| REQUIRED WORK |
For the entries below, count the lines that contain the word "flush" and reply with that number only.

--- START ---

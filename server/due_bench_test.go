package server

import (
	"bytes"
	"context"
	"encoding/json"
	"flag"
	"fmt"
	"testing"
	"time"

	"tripwell/forms"
	"tripwell/store"
	"tripwell/store/record"
)

var (
	dueDevices = flag.Int("due-devices", 100_000, "devices of BenchmarkDue")
	dueSites   = flag.Int("due-sites", 2_000, "sites of BenchmarkDue")
)

// dueStore is a store with many sites and devices, each device with a last test of each task on a day of its own, and a
// year of monthly tests at some, so that every site has dates, overdue ones and months behind it.
func dueStore(b *testing.B, sites, devices int) *Server {
	b.Helper()
	now := time.Date(2026, 12, 1, 15, 0, 0, 0, time.UTC)
	st, err := store.Open(b.TempDir(), store.Options{Now: func() time.Time { return now }, Create: true})
	must(b, err)
	b.Cleanup(func() { must(b, st.Close()) })
	w := &dueWriter{b: b, st: st, at: now.AddDate(-2, 0, 0), n: map[string]int64{}}
	w.by = w.id()
	for i := range sites {
		log, place := w.id(), w.id()
		w.put("site.registered", log, log, fmt.Sprintf(`{"set":{"code":"S-%04d","name":"Site %d","zone":"America/Chicago","standard":"NEC"}}`, i, i))
		for d := range devices / sites {
			if d%4 == 0 {
				place = w.id()
				w.put("place.registered", log, place, fmt.Sprintf(`{"set":{"building":"Main","floor":"Floor %d","room":"Room %d","name":"By the sink","order":%d}}`, d/100, d/4, d))
			}
			device := w.id()
			w.put("device.registered", log, device, fmt.Sprintf(`{"set":{"kind":"gfci-receptacle","place":%q,"rating_a":20,"installed":"2019-03-01"}}`, place))
			day := now.AddDate(0, 0, -1-(i*7+d*13)%420).Format(time.DateOnly)
			w.put("entry.imported", log, device, fmt.Sprintf(`{"form":"gfci-receptacle/instrument","day":%q,"result":"pass"}`, day))
			if button := now.AddDate(0, 0, -1-(i+d)%35).Format(time.DateOnly); d%8 > 0 {
				w.put("entry.imported", log, device, fmt.Sprintf(`{"form":"gfci-receptacle/button","day":%q,"result":"pass"}`, button))
				continue
			}
			for m := range 12 {
				w.put("entry.imported", log, device, fmt.Sprintf(`{"form":"gfci-receptacle/button","day":%q,"result":"pass"}`, now.AddDate(0, m-12, 0).Format(time.DateOnly)))
			}
		}
	}
	w.flush()
	s, err := New(st, Options{})
	must(b, err)
	return s
}

type dueWriter struct {
	b     *testing.B
	st    *store.Store
	at    time.Time
	by    string
	clock uint64
	n     map[string]int64
	batch []store.Incoming
	ids   uint64
}

func (w *dueWriter) id() string {
	w.ids++
	var r [10]byte
	for i := range 8 {
		r[2+i] = byte(w.ids >> (8 * (7 - i)))
	}
	return record.NewID(w.at, r)
}

func (w *dueWriter) put(kind, log, subject, body string) {
	w.n[log]++
	w.clock = record.NextClock(w.clock, w.at)
	w.batch = append(w.batch, store.Incoming{Record: record.Write(record.Record{ID: w.id(), Kind: kind, V: 1, Log: log, Subject: subject, At: w.at, Clock: w.clock,
		By: w.by, From: w.by, N: w.n[log], Body: json.RawMessage(body)})})
	if len(w.batch) == 20_000 {
		w.flush()
	}
}

func (w *dueWriter) flush() {
	w.b.Helper()
	receipts, err := w.st.Push(context.Background(), store.Sender{Owner: true}, w.batch)
	must(w.b, err)
	for _, r := range receipts {
		if r.State != "stored" {
			w.b.Fatalf("%+v", r)
		}
	}
	w.batch = nil
}

// BenchmarkDue renders the page of the next 200 dates among all devices, and the overview of all sites. Floor: the same
// templates with the same values, already made.
func BenchmarkDue(b *testing.B) {
	s := dueStore(b, *dueSites, *dueDevices)
	all := store.Scope{All: true, Role: "manager"}
	on := forms.DayOf(s.store.Now())
	b.Run("next-200", func(b *testing.B) {
		s.benchPage(b, all, "dates.html", func(v *store.View) (any, int, error) {
			view := datesPage{Frame: frameOf("Dates", "dates"), On: on.String()}
			err := s.buildDates(v, datesAsk{within: "", on: on, today: on}, &view)
			rows := 0
			for _, g := range view.Groups {
				rows += len(g.Rows)
			}
			return view, rows, err
		}, datesShown)
	})
	b.Run("overview", func(b *testing.B) {
		s.benchPage(b, all, "overview.html", func(v *store.View) (any, int, error) {
			view := overviewPage{Frame: frameOf("Overview", "overview")}
			err := s.buildOverview(v, &view)
			return view, len(view.Sites), err
		}, *dueSites)
	})
}

// benchPage makes and renders a page, and renders it again from the values.
func (s *Server) benchPage(b *testing.B, sc store.Scope, page string, build func(*store.View) (any, int, error), rows int) {
	b.Helper()
	var ours, floor time.Duration
	render := func(view any) int {
		var out bytes.Buffer
		must(b, s.pages[page].Execute(&out, view))
		return out.Len()
	}
	size := 0
	var constant any
	for b.Loop() {
		began := time.Now()
		must(b, s.store.View(sc, func(v *store.View) error {
			view, n, err := build(v)
			if n != rows {
				b.Fatalf("%s: got %d rows, want %d", page, n, rows)
			}
			constant = view
			return err
		}))
		size = render(constant)
		ours += time.Since(began)
		began = time.Now()
		render(constant)
		floor += time.Since(began)
	}
	b.ReportMetric(float64(ours)/float64(floor), "x-floor")
	b.ReportMetric(float64(size)/(1<<10), "KB")
	b.ReportMetric(float64(ours.Milliseconds())/float64(b.N), "ms/page")
}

--- END ---

| RESULT OF THIS EXERCISE |
3